Not necessarily. The discrete metric only knows ##0## and ##1##.
 
  • #19
Andrew Wright said:
So my working would be something like
lim (2x+5/x) x-> inf = 2 |Z+| +5 / |Z+| = 2 |Z+| / |Z+| = 2
The expression in your limit above is ##2x + \frac 5 x##, which undoubtedly isn't what you meant. If I take what you wrote literally, I get this:
$$\lim_{x \to \infty} 2x + \frac 5 x = \lim_{x \to \infty} 2x + \lim_{x \to \infty} \frac 5 x = \infty + 0 = \infty$$

Although you used parentheses in what you wrote, they are missing where they are needed the most - in the numerator.
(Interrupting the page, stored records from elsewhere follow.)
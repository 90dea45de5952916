"""The period and its uncertainty budget."""

from __future__ import annotations

from benchtool.model.arrays import FloatArray
from benchtool.model.quantity import Contribution, Measured
from benchtool.timing.budget import (
    Setting,
    grid_error,
    outer_ticks,
    scale_errors,
    scatter_of,
    single_interval,
    usual_edge_noise,
    with_floor,
)
from benchtool.timing.grid import hidden_noise, period_floor
from benchtool.timing.scatter import (
    ENOUGH,
    ENOUGH_FOR_BOTH_WAYS,
    Mean,
    mean_of_both_ways,
    mean_of_periods,
    mean_of_widths,
)
from benchtool.uncertainty import combine, expanded

_LEAST_ON_A_LINE = 6  # periods; fewer come close to one by chance


def measure_period(setting: Setting) -> Measured | None:
    """Return the mean period, None where no period is complete.

    Args:
        setting: What all figures of the trace share.
    """
    values = setting.intervals.period_s
    if not values.size:
        return None
    if values.size == 1 or setting.edges.resolved:
        value, terms = _interpolated(setting, values)
        return combine(value, "s", [*terms, *scale_errors(setting, value)], n=values.size)
    scatter = mean_of_periods(values, _n_chains(setting), setting.noise)
    ways = [with_floor(setting, [scatter_of(scatter)], _floor(setting, values), values.size)]
    if values.size >= _LEAST_ON_A_LINE and not scatter.slow:
        ways += _on_a_line(setting, values.size)
    found = [
        combine(scatter.value, "s", [*terms, *scale_errors(setting, scatter.value)], n=values.size)
        for terms in ways
    ]
    return min(found, key=expanded)


def one_way_period(setting: Setting, values: FloatArray) -> Measured | None:
    """Return the mean of periods between edges of one direction, None of none.

    Args:
        setting: What all figures of the trace share.
        values: The periods in order, seconds.
    """
    if not values.size:
        return None
    own = single_interval(setting, float(values[0]))
    value = float(values[0])
    if values.size > 1:
        mean = mean_of_widths(values)
        value, own = mean.value, [scatter_of(mean)]
    terms = with_floor(setting, own, _floor(setting, values), values.size)
    return combine(value, "s", terms, n=values.size)


def _interpolated(setting: Setting, values: FloatArray) -> tuple[float, list[Contribution]]:
    """Return the period with scatter and grid, where edges lie between samples, or of one."""
    floor_s = _floor(setting, values)
    if values.size == 1:
        value = float(values[0])
        return value, with_floor(setting, single_interval(setting, value), floor_s, 1)
    mean = _mean(setting, values)
    if values.size >= ENOUGH:
        floor_s = 0.0
    return mean.value, with_floor(setting, [scatter_of(mean)], floor_s, values.size)


def _mean(setting: Setting, values: FloatArray) -> Mean:
    if values.size >= ENOUGH_FOR_BOTH_WAYS:
        return mean_of_both_ways(setting.intervals, usual_edge_noise(setting))
    return mean_of_widths(values)


def _on_a_line(setting: Setting, n: int) -> list[list[Contribution]]:
    """Return the budget that follows from how well all edges fit one line on the grid."""
    ticks = outer_ticks(setting)
    if ticks is None:
        return []
    step_s = setting.edges.step_s
    note = f"left open by edges that fit one line on the grid, over {n}"
    noise = Contribution(source="scatter", u=hidden_noise(ticks) * step_s / n, note=note)
    return [[noise, grid_error(period_floor(step_s, n))]]


def _floor(setting: Setting, values: FloatArray) -> float:
    return period_floor(setting.grid_s, values.size, _n_chains(setting))


def _n_chains(setting: Setting) -> int:
    return len(setting.intervals.chains) or 1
As linear text, the expression should be (2x + 5)/x.

There is another problem with what you wrote; namely the expression 2 |Z+| /|Z+|, which is ##\frac \infty \infty##, which isn't defined.

The limit you probably intended is this:
$$ \lim_{x \to \infty} \frac {2x + 5}x = \lim_{x \to \infty} \frac {2x}x +\lim_{x \to \infty} \frac 5 x$$
Using the properties of limits at infinity, the above simplifies to 2 + 0 = 2.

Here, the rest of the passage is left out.